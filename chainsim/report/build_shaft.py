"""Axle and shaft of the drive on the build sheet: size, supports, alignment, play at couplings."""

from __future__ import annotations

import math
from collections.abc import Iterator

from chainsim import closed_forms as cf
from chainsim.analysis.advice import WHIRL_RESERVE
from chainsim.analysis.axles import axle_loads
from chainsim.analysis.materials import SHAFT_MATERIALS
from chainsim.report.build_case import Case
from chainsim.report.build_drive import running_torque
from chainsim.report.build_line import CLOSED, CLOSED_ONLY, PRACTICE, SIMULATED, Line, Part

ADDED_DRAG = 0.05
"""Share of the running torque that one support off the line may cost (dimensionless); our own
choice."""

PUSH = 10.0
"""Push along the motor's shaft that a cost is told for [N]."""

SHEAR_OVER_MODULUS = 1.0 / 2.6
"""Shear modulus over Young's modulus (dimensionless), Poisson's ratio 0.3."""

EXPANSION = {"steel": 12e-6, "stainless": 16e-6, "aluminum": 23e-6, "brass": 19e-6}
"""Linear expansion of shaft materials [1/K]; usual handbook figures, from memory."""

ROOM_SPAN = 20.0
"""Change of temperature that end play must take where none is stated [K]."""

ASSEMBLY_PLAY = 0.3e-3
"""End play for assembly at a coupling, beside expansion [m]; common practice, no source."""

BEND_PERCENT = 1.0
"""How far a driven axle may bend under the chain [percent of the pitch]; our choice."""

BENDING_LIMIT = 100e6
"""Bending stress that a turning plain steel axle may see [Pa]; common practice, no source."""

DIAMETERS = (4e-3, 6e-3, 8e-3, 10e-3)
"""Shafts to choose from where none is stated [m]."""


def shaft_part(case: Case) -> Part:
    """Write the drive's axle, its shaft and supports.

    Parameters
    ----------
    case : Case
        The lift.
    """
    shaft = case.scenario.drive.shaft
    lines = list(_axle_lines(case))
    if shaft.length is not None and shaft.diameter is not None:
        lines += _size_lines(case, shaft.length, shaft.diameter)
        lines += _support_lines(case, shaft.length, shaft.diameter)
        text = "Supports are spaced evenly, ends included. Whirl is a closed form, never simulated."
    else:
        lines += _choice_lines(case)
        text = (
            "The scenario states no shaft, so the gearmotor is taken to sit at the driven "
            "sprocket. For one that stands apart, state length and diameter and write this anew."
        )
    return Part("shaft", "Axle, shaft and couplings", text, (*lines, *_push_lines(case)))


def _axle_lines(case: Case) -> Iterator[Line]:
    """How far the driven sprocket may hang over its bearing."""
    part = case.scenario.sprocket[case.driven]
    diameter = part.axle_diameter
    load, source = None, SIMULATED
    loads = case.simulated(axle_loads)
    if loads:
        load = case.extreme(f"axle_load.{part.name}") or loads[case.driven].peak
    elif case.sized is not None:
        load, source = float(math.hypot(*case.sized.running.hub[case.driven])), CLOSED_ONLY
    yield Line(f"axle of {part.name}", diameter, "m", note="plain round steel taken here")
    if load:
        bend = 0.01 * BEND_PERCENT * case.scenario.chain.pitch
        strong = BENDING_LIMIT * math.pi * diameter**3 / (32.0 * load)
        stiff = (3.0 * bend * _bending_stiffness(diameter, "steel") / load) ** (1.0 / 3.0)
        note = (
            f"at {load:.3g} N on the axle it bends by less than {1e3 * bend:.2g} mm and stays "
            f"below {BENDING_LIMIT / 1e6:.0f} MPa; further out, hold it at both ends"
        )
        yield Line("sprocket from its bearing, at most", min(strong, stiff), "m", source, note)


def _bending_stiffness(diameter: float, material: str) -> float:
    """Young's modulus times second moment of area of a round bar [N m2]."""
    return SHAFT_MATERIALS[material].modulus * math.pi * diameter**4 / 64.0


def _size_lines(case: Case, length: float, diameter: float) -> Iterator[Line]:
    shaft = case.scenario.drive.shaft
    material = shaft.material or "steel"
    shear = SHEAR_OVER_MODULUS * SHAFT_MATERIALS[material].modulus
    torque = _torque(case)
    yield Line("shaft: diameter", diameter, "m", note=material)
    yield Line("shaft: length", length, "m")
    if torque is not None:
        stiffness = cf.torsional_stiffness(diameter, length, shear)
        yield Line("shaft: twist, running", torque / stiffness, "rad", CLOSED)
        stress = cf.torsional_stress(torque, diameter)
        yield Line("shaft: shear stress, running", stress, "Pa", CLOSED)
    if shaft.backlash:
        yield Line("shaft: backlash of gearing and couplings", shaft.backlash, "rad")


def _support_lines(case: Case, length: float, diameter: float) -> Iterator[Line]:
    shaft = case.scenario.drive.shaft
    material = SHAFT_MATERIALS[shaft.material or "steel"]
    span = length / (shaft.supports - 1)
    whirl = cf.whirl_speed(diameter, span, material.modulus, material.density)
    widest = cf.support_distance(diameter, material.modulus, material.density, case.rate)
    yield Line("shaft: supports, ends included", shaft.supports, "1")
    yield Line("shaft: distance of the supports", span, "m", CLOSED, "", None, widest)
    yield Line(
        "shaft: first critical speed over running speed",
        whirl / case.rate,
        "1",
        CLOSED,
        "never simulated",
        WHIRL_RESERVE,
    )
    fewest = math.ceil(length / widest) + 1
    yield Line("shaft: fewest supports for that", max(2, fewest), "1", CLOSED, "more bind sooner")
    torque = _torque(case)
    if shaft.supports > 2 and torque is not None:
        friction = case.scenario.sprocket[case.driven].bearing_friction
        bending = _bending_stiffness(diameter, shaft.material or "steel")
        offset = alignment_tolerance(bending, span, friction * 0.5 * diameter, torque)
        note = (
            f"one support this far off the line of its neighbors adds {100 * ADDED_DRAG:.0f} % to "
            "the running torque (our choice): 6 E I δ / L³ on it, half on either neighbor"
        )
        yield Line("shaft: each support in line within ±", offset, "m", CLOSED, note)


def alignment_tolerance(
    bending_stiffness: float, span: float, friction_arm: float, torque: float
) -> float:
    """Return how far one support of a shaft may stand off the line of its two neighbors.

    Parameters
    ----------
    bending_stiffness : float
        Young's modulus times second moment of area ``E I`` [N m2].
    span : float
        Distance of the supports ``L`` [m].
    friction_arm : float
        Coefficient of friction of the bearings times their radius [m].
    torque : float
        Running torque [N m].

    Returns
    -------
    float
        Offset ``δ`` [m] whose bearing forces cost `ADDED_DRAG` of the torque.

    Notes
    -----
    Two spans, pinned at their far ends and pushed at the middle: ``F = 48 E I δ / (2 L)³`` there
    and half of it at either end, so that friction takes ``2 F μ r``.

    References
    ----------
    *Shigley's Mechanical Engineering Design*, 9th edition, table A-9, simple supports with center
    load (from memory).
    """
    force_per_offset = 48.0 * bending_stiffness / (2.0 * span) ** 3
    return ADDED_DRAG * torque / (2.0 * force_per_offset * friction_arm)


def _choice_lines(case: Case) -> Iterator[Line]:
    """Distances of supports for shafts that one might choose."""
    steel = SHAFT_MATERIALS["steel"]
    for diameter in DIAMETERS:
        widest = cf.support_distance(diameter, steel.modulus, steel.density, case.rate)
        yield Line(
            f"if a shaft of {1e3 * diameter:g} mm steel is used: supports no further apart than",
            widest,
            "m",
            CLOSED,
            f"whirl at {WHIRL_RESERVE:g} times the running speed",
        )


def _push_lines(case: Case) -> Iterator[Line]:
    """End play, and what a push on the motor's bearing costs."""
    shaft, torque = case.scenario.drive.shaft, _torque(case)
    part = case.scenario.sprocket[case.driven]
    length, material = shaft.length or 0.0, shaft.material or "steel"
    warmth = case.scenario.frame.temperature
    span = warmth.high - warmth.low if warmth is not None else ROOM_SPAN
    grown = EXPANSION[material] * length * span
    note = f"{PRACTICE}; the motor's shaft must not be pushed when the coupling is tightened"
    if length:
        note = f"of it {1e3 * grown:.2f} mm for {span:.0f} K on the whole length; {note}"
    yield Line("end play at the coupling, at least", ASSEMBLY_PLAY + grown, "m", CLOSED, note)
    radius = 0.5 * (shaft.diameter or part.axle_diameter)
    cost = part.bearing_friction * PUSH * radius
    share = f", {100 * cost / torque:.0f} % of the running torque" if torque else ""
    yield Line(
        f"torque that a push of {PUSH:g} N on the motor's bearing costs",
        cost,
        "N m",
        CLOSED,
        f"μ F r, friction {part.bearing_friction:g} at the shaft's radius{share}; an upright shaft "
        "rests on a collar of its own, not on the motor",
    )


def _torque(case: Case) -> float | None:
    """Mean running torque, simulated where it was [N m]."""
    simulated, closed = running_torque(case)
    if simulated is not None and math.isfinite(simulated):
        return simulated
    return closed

**What is expected:** Count the lines in these records that hold the string "couplings". Only the number is wanted.

**Result:** 3